Work task:
Beginning at the line that includes "import static org.junit.jupiter.api.Assertions.assertEquals;", print each remaining line of the data word for word. Output nothing else.

Stored data entries:
export function generateRecords({folder, home, count, marker}) {
	const loaded = loadRules(shippedRulesPath());
	if (!loaded.ok) throw new Error('the shipped rules do not load');
	const rules = loaded.value;
	storeRuleText(folder, rules.text);
	const base = loadAnswers('docs/examples/bench3-808nm-clear.yaml', rules);
	if (!base.ok) throw new Error('the demo answers do not load');
	const people = ['Dana Whitlow', 'Kofi Mensah', 'Ines Duarte'].map((name) => ({name, role: 'test engineer', ...generateKeyPair()}));
	const officer = {name: 'R. Osei', role: 'laser safety officer', ...generateKeyPair()};
	writeTrusted(home, [...people, officer].map((person) => {
		const raw = rawPublicKey(person.publicKey);
		return {name: person.name, publicKey: raw.toString('base64'), fingerprint: fingerprint(raw), addedAt: '2026-01-01T00:00:00+00:00', ...(person === officer ? {roles: ['laser safety officer']} : {})};
	}));
	const entry = (id, text) => {
		const parsed = parseInputEntry(rules.inputs.get(id), text);
		if (!parsed.ok) throw new Error(id + ': ' + text);
		return parsed.value;
	};
	const setups = 500;
	const hashes = new Map();
	const evaluations = new Map();
	const months = new Set();
	// Each operator's records form a chain: each names the previous record of its key (file and SHA-256 of its bytes).
	const last = new Map();
	const start = Date.parse('2026-01-05T08:00:00Z');
	for (let index = 0; index < count; index += 1) {
		const setup = index % setups;
		const inputs = new Map(base.value.inputs);
		inputs.set('location', entry('location', 'Room B.' + (100 + Math.floor(setup / 10)) + ', bench ' + (setup % 10)));
		const setpoint = (1 + ((index * 7) % 120) / 100).toFixed(2) + ' A';
		const ambient = (20 + ((index * 3) % 30)) + ' degC';
		inputs.set('current_setpoint', entry('current_setpoint', setpoint));
		inputs.set('ambient_max', entry('ambient_max', ambient));
		const answers = {setup: 'Bench ' + setup + ' — FH-808-2 on LD-5L', inputs, confirmations: base.value.confirmations};
		const key = setpoint + '|' + ambient;
		let evaluation = evaluations.get(key);
		if (!evaluation) {
			evaluation = evaluate(rules, answers);
			evaluations.set(key, evaluation);
		}
		const now = new Date(start + index * 60_000);
		const person = people[setup % people.length];
		const amends = index >= setups && index % 100 === 0 && hashes.has(index - setups)
			? {record: 'record-' + (index - setups) + '.json', bodySha256: hashes.get(index - setups), reason: 'ambient maximum re-measured'}
			: undefined;
		const body = {...buildRecordBody({rules, answers, evaluation, operator: {name: person.name, role: person.role}, now, ...(amends ? {amends} : {})}), previous: last.get(person.name) ?? null};
		if (index % 997 === 0) {
			const fresh = buildRecordBody({rules, answers, evaluation: evaluate(rules, answers), operator: {name: person.name, role: person.role}, now, ...(amends ? {amends} : {})});
			if (!isDeepStrictEqual({...fresh, previous: body.previous}, body)) throw new Error('record ' + index + ': the reused evaluation gives another body than a fresh one');
		}
		if ((index + setups) % 100 === 0) hashes.set(index, bodySha256(body));
		const signers = [{signer: {name: person.name, role: person.role, purpose: 'operator'}, key: person.privateKey}];
		if (index % 10 === 0) signers.push({signer: {name: officer.name, role: officer.role, purpose: 'approval'}, key: officer.privateKey});
		const record = signRecord(body, signers, now);
		const month = join(folder, body.createdAt.slice(0, 7));
		if (!months.has(month)) {
			mkdirSync(month, {recursive: true});
			months.add(month);
		}
		const text = recordJson(record);
		writeFileSync(join(month, 'record-' + index + '.json'), text);
		last.set(person.name, {file: 'record-' + index + '.json', sha256: sha256Hex(Buffer.from(text, 'utf8'))});
	}
	writeFileSync(marker, JSON.stringify({count}));
}
`;

if (values.bare === undefined) await main();
else process.exitCode = bareLoop(values.bare);
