describe('prelase check --json', () => {
	it('has the tool, the rules with their SHA-256, the setup and the outcome', () => {
		const {json} = runJson(clearDemo);
		expect(json['tool']).toEqual({name: 'prelase', version});
		expect(json['rules']['name']).toBe('prelase bench policy (shipped default)');
		expect(json['rules']['file']).toBe(shippedRulesPath());
		expect(json['rules']['sha256']).toMatch(/^[0-9a-f]{64}$/);
		expect(json['rules']['sha256']).toBe(createHash('sha256').update(shippedRulesText).digest('hex'));
		expect(json['setup']).toBe('Fenwick Hollow bench 3 — FH-808-2 on LD-5L, constant current');
		expect(json['outcome']).toBe('clear_to_energize');
		expect(json['outcomeText']).toBe('clear to energize');
		expect(json['counts']).toEqual({pass: 22, fail: 0, advise: 2, open: 0, skip: 5});
		expect(json['caution']).toBe(rules.rules.caution);
		expect(json['deferral']).toMatch(/laser safety officer/);
	});

	it('gives every quantity input as entered, in SI, with its unit and text', () => {
		const {json} = runJson(clearDemo);
		const inputs = json['inputs'];
		expect(inputs['current_limit']).toEqual({entered: '2 A', si: 2, unit: 'A', text: '2 A'});
		expect(inputs['diode_threshold']).toEqual({entered: '450 mA', si: 0.45, unit: 'A', text: '450 mA'});
		expect(inputs['diode_series_resistance']).toEqual({entered: '0.15 ohm', si: 0.15, unit: 'ohm', text: '150 mΩ'});
		expect(inputs['cable_resistance']).toMatchObject({entered: '50 mohm', unit: 'ohm', text: '50 mΩ'});
		expect(inputs['cable_resistance'].si).toBeCloseTo(0.05, 12);
		expect(inputs['ambient_max']).toMatchObject({entered: '35 degC', unit: 'K', text: '35 °C'});
		expect(inputs['ambient_max'].si).toBeCloseTo(308.15, 9);
		// The old file's supply_tolerance is read as the supply's range: 5 V × (1 ∓ 0.05) = 4.75 V .. 5.25 V (hand arithmetic).
		expect(inputs['supply_nominal']).toMatchObject({entered: '5 V ± 5 %', si: 5, unit: 'V', text: '5 V', range: {low: {unit: 'V', text: '4.75 V'}, high: {unit: 'V', text: '5.25 V'}}});
		expect(Object.keys(inputs)).not.toContain('supply_tolerance');
		expect(inputs['laser_class']).toEqual({entered: 'class_4', option: 'class_4'});
		expect(inputs['reverse_protection']).toEqual({entered: 'yes', value: true});
		expect(inputs['location']).toEqual({entered: 'Room B.112, bench 3', value: 'Room B.112, bench 3'});
		expect(Object.keys(inputs)).not.toContain('power_setpoint');
	});

	it('gives derived values in SI with their unit', () => {
		const {json} = runJson(clearDemo);
		const derived = json['derived'];
		// A derived value is shown at the middle of the supply's range, with its span over the range's ends:
		// worst dissipation at the limit, (V − 1.6 V − 0.15 Ω × 2 A) × 2 A, at 5 V, 4.75 V and 5.25 V (hand arithmetic).
		expect(derived['supply_high'].si).toBeCloseTo(5, 12);
		expect(derived['worst_dissipation']).toMatchObject({unit: 'W', text: '6.2 W'});
		expect(derived['worst_dissipation'].si).toBeCloseTo((5 - 1.6 - 0.15 * 2) * 2, 9);
		expect(derived['worst_dissipation'].span.low.si).toBeCloseTo((4.75 - 1.6 - 0.15 * 2) * 2, 9);
		expect(derived['worst_dissipation'].span.high.si).toBeCloseTo((5.25 - 1.6 - 0.15 * 2) * 2, 9);
		// Derated linearly from 10 W at 25 °C to 0 W at 125 °C, at 35 °C.
		expect(derived['allowed_dissipation'].si).toBeCloseTo((10 * (125 - 35)) / (125 - 25), 9);
		expect(derived['monitor_current']).toEqual({open: ['photodiode_responsivity', 'power_setpoint']});
	});

	it('gives each check its verdict, value, limit and margin', () => {
		const {json} = runJson(clearDemo);
		const checks = json['checks'] as Array<Record<string, any>>;
		expect(checks).toHaveLength(rules.checks.length);
		for (const check of checks) {
			expect(Object.keys(check)).toEqual(expect.arrayContaining(['id', 'step', 'title', 'severity', 'verdict']));
			expect(['pass', 'fail', 'advise', 'open', 'skip']).toContain(check['verdict']);
		}
		const limit = checks.find((check) => check['id'] === 'limit_below_diode_maximum')!;
		expect(limit).toMatchObject({
			step: 'driver',
			title: "Current limit below the diode's absolute maximum less the margin",
			severity: 'stop',
			verdict: 'pass',
			value: {si: 2, unit: 'A', text: '2 A'},
			limit: {unit: 'A', text: '2.25 A'},
			margin: {unit: 'A', text: '250 mA'},
		});
		// Ceiling 2.5 A × (1 − 10 %) = 2.25 A; margin 0.25 A, a ninth of the ceiling.
		expect(limit['limit'].si).toBeCloseTo(2.25, 12);
		expect(limit['margin'].si).toBeCloseTo(0.25, 12);
		expect(limit['margin'].fraction).toBeCloseTo(0.25 / 2.25, 12);
		const skipped = checks.find((check) => check['id'] === 'power_setpoint_below_maximum')!;
		expect(skipped['verdict']).toBe('skip');
		expect(skipped['value']).toBeUndefined();
		const advised = checks.find((check) => check['id'] === 'short_circuit_dissipation')!;
		expect(advised).toMatchObject({severity: 'advise', verdict: 'advise'});
		// Shorted output: 5.25 V × 2 A = 10.5 W against 9 W.
		expect(advised['value'].si).toBeCloseTo(10.5, 9);
		expect(advised['margin'].si).toBeCloseTo(9 - 10.5, 9);
	});

	it('gives a failing check a negative margin', () => {
		const {json} = runJson(failDemo);
		const check = (json['checks'] as Array<Record<string, any>>).find((entry) => entry['id'] === 'cold_power_at_limit')!;
		expect(check['verdict']).toBe('fail');
		// T0 model (Coldren et al., from memory), by hand: 1.05 W/A × (3 A − 0.6 A × exp((5 − 25)/110)) = 2.6247357 W against 2.5 W.
		const cold = 1.05 * (3 - 0.6 * Math.exp(-20 / 110));
		expect(cold).toBeCloseTo(2.6247357, 6);
		expect(check['value'].si).toBeCloseTo(cold, 9);
		expect(check['limit'].si).toBeCloseTo(2.5, 9);
		expect(check['margin'].si).toBeCloseTo(2.5 - cold, 9);
		expect(check['margin'].fraction).toBeCloseTo((2.5 - cold) / 2.5, 9);
		expect(check['margin'].text).toBe('-125 mW');
		expect(json['counts']).toEqual({pass: 19, fail: 1, advise: 2, open: 0, skip: 7});
	});

	it('gives each confirmation its status, and open checks what they need', () => {
		const clear = runJson(clearDemo).json;
		const confirmations = clear['confirmations'] as Array<Record<string, any>>;
		expect(confirmations.map((entry) => entry['id'])).toEqual([...rules.confirmations.keys()]);
		expect(confirmations.find((entry) => entry['id'] === 'bypass_recorded')).toMatchObject({status: 'not_applicable', note: 'No bypass is fitted on bench 3.'});
		expect(confirmations.find((entry) => entry['id'] === 'responsivity_measured')).toMatchObject({status: 'skip'});
		expect(confirmations.find((entry) => entry['id'] === 'use_authorised')).toMatchObject({status: 'yes'});

		const incomplete = runJson(incompleteDemo).json;
		expect(incomplete['counts']).toEqual({pass: 18, fail: 0, advise: 1, open: 4, skip: 6});
		expect(incomplete['missingInputs']).toEqual(['photodiode_responsivity', 'brownout_trip', 'beam1_eyewear_od']);
		const open = (incomplete['checks'] as Array<Record<string, any>>).find((entry) => entry['id'] === 'brownout_before_control_lost')!;
		expect(open).toMatchObject({verdict: 'open', needs: ['brownout_trip']});
		const unanswered = (incomplete['confirmations'] as Array<Record<string, any>>).find((entry) => entry['id'] === 'interlock_loop_tested');
		expect(unanswered).toMatchObject({status: 'unanswered'});
	});
});
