package org.lanesift.dist.sift;

import java.util.Random;

/**
 * The {@link PixelLinkCapture} link (a repeating picture) as a logic analyser sees it: each lane
 * sampled at the capture's rate, a sample reading the slot in force at its time minus the lane's
 * delay, with Gaussian jitter on the sample time standing in for edge noise. The picture
 * repeats every frame, so any time of the link can be sampled (times wrap by whole frames).
 */
final class LogicLink {
    static final double UI_S = 1 / PixelLinkCapture.PIXEL_CLOCK_HZ / 7;
    static final int FRAME_SLOTS = 7 * PixelLinkCapture.H_TOTAL * PixelLinkCapture.V_TOTAL;
    static final double FRAME_S = FRAME_SLOTS * UI_S;

    final PixelLinkCapture gen = new PixelLinkCapture();
    /** Clock, then lanes 0 to 2, one bit per slot. */
    final int[][] bits;

    LogicLink(long seed) {
        bits = gen.slotBits(seed, true);
    }

    /**
     * One lane sampled.
     *
     * @param lane     0 clock, 1 to 3 data lanes 0 to 2
     * @param startS   link time of sample 0 (slot 0 of the generator starts at 0)
     * @param rateHz   samples per second
     * @param n        samples
     * @param delayS   the lane's delay (probe and trace skew)
     * @param jitterS  standard deviation of the timing noise
     * @param rnd      noise source
     * @return one level per sample
     */
    boolean[] sample(int lane, double startS, double rateHz, int n, double delayS, double jitterS, Random rnd) {
        boolean[] out = new boolean[n];
        for (int i = 0; i < n; i++) {
            double t = startS + i / rateHz - delayS + jitterS * rnd.nextGaussian();
            long slot = (long) Math.floor(t / UI_S);
            out[i] = bits[lane][(int) Math.floorMod(slot, (long) FRAME_SLOTS)] == 1;
        }
        return out;
    }

    /** Packs channels into logic8 bytes: channel k goes to bit {@code bitOf[k]}; {@code fill} sets the other bits. */
    static byte[] logic8(boolean[][] channels, int[] bitOf, Random fill) {
        int n = channels[0].length;
        byte[] b = new byte[n];
        fill.nextBytes(b);
        for (int k = 0; k < channels.length; k++) {
            int m = 1 << bitOf[k];
            for (int i = 0; i < n; i++) {
                b[i] = (byte) (channels[k][i] ? b[i] | m : b[i] & ~m);
            }
        }
        return b;
    }

    /**
     * One lane as a scope channel on its P leg sees it: 1.25 V +/- 175 mV (inside the LVDS offset and
     * swing ranges, docs/reference-facts.md#lvds-electrical-levels), each transition a linear ramp of
     * {@code riseS}, Gaussian voltage noise.
     */
    float[] leg(int lane, double startS, double rateHz, int n, double delayS, double riseS, double noiseVolts, Random rnd) {
        float[] out = new float[n];
        for (int i = 0; i < n; i++) {
            double t = startS + i / rateHz - delayS;
            long slot = (long) Math.floor(t / UI_S);
            double into = t - slot * UI_S;
            int now = bits[lane][(int) Math.floorMod(slot, (long) FRAME_SLOTS)];
            int before = bits[lane][(int) Math.floorMod(slot - 1, (long) FRAME_SLOTS)];
            double level = into < riseS ? before + (now - before) * into / riseS : now;
            out[i] = (float) (1.25 + 0.35 * (level - 0.5) + noiseVolts * rnd.nextGaussian());
        }
        return out;
    }
}
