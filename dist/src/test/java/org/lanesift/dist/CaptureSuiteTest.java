package org.lanesift.dist;

import static org.junit.jupiter.api.Assertions.assertEquals;
import static org.junit.jupiter.api.Assertions.assertTrue;

import java.io.BufferedWriter;
import java.nio.file.Files;
import java.nio.file.Path;
import java.util.ArrayList;
import java.util.List;
import java.util.Random;
import java.time.Duration;
import org.junit.jupiter.api.BeforeAll;
import org.junit.jupiter.api.Test;
import org.junit.jupiter.api.io.TempDir;
import org.lanesift.json.JsonReader;
import org.lanesift.json.JsonValue;
import org.lanesift.json.JsonWriter;
import org.lanesift.testkit.ExternalTool;
import org.lanesift.testkit.ReportSources;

Task answer:
import static org.junit.jupiter.api.Assertions.assertEquals;
import static org.junit.jupiter.api.Assertions.assertTrue;

import java.io.BufferedWriter;
import java.nio.file.Files;
import java.nio.file.Path;
import java.util.ArrayList;
import java.util.List;
import java.util.Random;
import java.time.Duration;
import org.junit.jupiter.api.BeforeAll;
import org.junit.jupiter.api.Test;
import org.junit.jupiter.api.io.TempDir;
import org.lanesift.json.JsonReader;
import org.lanesift.json.JsonValue;
import org.lanesift.json.JsonWriter;
import org.lanesift.testkit.ExternalTool;
import org.lanesift.testkit.ReportSources;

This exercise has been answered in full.